Materials provided:
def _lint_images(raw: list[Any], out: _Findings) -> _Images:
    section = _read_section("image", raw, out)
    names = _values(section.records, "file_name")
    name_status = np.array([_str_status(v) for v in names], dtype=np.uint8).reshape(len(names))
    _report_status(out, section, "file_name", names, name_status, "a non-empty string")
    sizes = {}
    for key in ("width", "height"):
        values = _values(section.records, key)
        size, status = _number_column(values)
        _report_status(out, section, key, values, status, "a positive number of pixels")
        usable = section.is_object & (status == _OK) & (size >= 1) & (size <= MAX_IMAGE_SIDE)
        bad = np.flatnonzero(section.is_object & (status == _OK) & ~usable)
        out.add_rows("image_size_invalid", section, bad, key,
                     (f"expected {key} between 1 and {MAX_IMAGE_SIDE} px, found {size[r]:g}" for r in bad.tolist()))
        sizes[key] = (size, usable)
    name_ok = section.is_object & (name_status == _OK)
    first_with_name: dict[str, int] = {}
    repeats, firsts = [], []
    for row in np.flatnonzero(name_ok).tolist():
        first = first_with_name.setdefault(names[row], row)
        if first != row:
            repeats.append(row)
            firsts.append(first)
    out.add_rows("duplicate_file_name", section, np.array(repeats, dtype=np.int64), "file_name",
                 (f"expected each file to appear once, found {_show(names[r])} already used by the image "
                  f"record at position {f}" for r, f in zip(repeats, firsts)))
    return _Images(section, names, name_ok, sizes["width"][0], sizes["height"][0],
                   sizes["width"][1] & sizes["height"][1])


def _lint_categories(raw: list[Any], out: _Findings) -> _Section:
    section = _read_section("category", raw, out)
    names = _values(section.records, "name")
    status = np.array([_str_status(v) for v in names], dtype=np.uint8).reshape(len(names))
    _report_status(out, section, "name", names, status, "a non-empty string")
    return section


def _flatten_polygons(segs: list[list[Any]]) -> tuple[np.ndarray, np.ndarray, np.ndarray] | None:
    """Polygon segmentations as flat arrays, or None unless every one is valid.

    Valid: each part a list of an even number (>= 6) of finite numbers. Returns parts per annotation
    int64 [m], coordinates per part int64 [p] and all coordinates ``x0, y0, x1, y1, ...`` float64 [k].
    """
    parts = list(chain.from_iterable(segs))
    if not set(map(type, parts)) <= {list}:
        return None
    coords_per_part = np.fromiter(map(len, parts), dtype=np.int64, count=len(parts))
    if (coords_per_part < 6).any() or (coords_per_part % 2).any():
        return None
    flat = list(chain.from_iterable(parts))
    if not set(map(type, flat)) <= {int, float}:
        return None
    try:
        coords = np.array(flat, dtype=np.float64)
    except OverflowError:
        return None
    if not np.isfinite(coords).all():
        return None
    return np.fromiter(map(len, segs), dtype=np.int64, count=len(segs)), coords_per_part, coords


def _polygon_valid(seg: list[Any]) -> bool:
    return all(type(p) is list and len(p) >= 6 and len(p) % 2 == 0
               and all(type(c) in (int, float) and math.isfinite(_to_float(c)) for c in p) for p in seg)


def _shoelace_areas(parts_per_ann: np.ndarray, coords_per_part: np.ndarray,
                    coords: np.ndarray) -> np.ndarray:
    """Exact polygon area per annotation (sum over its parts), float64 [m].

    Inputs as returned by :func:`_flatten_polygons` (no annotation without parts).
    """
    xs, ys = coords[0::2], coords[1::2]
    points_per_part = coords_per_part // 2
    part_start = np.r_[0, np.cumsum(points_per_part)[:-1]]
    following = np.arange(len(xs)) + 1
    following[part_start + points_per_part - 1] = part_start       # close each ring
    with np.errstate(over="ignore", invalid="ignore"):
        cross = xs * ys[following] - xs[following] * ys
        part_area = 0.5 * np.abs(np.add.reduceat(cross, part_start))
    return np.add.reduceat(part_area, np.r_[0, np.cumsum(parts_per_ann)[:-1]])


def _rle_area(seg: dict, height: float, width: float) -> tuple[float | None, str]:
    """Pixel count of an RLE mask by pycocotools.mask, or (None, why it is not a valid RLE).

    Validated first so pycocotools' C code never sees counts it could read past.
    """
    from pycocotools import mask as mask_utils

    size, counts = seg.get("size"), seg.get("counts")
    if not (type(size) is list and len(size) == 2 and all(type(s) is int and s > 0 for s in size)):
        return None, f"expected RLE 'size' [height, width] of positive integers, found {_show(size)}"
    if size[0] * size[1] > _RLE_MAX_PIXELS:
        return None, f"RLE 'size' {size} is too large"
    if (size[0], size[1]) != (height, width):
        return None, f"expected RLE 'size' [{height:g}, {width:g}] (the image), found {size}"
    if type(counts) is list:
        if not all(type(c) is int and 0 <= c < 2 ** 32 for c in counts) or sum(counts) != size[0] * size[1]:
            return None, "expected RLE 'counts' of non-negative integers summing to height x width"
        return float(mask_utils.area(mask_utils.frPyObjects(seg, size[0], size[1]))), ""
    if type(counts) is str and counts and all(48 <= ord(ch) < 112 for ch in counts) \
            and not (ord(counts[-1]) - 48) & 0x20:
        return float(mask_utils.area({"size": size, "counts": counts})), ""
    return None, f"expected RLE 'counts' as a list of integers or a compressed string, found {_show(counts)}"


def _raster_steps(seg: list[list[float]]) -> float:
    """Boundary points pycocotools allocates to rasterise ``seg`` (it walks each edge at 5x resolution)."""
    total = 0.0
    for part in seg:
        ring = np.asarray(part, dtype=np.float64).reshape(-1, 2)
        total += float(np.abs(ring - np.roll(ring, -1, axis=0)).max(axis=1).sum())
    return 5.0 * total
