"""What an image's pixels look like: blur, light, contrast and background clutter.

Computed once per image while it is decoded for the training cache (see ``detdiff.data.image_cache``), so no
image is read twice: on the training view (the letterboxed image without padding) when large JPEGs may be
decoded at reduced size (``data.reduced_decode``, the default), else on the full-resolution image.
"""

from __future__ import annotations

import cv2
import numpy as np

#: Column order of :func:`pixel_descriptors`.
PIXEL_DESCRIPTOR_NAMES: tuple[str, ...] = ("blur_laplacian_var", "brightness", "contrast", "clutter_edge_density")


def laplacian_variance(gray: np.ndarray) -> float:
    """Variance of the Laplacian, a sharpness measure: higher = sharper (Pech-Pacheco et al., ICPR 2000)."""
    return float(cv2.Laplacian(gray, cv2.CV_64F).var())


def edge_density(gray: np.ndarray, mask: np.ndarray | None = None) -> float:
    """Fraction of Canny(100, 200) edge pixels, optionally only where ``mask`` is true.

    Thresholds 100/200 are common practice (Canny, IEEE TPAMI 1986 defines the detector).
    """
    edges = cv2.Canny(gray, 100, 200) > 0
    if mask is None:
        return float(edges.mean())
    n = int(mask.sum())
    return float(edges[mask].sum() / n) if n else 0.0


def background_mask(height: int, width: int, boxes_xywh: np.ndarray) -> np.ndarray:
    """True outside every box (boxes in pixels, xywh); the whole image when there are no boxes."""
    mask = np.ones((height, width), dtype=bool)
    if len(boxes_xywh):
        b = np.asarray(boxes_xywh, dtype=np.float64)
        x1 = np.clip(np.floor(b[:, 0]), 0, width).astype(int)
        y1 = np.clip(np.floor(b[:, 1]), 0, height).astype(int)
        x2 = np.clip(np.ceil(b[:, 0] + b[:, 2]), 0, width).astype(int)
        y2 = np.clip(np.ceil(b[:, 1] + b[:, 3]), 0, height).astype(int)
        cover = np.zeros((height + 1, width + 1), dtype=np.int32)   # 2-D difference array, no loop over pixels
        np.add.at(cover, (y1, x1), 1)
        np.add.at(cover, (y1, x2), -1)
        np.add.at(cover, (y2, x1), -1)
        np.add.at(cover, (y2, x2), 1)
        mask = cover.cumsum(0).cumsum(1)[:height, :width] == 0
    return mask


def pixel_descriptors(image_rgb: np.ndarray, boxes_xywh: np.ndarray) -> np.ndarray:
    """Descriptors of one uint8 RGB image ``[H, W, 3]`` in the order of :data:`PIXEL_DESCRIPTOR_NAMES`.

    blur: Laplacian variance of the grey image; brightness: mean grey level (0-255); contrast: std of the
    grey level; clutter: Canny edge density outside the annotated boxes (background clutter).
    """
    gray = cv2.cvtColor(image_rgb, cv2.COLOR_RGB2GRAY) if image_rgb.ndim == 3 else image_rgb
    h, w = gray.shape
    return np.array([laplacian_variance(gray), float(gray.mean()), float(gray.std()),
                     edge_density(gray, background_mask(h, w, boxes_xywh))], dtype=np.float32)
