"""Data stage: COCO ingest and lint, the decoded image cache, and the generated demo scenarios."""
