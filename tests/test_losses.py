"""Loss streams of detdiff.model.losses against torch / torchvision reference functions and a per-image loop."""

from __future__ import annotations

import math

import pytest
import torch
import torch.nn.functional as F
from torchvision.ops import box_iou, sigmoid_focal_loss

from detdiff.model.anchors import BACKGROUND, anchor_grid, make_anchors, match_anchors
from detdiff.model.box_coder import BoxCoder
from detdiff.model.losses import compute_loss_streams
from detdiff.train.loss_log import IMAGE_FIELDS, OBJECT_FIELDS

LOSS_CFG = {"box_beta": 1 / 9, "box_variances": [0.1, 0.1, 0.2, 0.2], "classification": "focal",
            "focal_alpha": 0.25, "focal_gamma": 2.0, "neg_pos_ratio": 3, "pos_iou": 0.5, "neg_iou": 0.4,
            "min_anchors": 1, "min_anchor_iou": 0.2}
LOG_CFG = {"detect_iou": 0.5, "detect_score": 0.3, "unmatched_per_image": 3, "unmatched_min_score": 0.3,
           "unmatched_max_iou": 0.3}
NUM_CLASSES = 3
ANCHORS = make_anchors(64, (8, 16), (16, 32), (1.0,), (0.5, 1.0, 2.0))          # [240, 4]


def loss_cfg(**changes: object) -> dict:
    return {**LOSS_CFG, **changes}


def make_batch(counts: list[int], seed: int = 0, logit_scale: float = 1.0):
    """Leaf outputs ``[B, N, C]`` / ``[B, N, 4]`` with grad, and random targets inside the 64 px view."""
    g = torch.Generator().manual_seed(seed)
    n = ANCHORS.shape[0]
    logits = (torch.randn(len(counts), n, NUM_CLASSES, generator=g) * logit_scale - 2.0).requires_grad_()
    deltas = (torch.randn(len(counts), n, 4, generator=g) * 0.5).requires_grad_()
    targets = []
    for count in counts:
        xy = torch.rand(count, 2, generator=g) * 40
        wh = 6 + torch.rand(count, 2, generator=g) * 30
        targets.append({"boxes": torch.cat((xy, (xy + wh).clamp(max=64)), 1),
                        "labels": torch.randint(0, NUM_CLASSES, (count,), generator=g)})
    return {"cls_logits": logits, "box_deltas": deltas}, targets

Problem to work on: From the line that has "import numpy as np" through the line that has "of Canny(100, 200)", copy every line exactly as it appears above, and leave out all others.

Answer to the problem:
import numpy as np

#: Column order of :func:`pixel_descriptors`.
PIXEL_DESCRIPTOR_NAMES: tuple[str, ...] = ("blur_laplacian_var", "brightness", "contrast", "clutter_edge_density")


def laplacian_variance(gray: np.ndarray) -> float:
    """Variance of the Laplacian, a sharpness measure: higher = sharper (Pech-Pacheco et al., ICPR 2000)."""
    return float(cv2.Laplacian(gray, cv2.CV_64F).var())


def edge_density(gray: np.ndarray, mask: np.ndarray | None = None) -> float:
    """Fraction of Canny(100, 200) edge pixels, optionally only where ``mask`` is true.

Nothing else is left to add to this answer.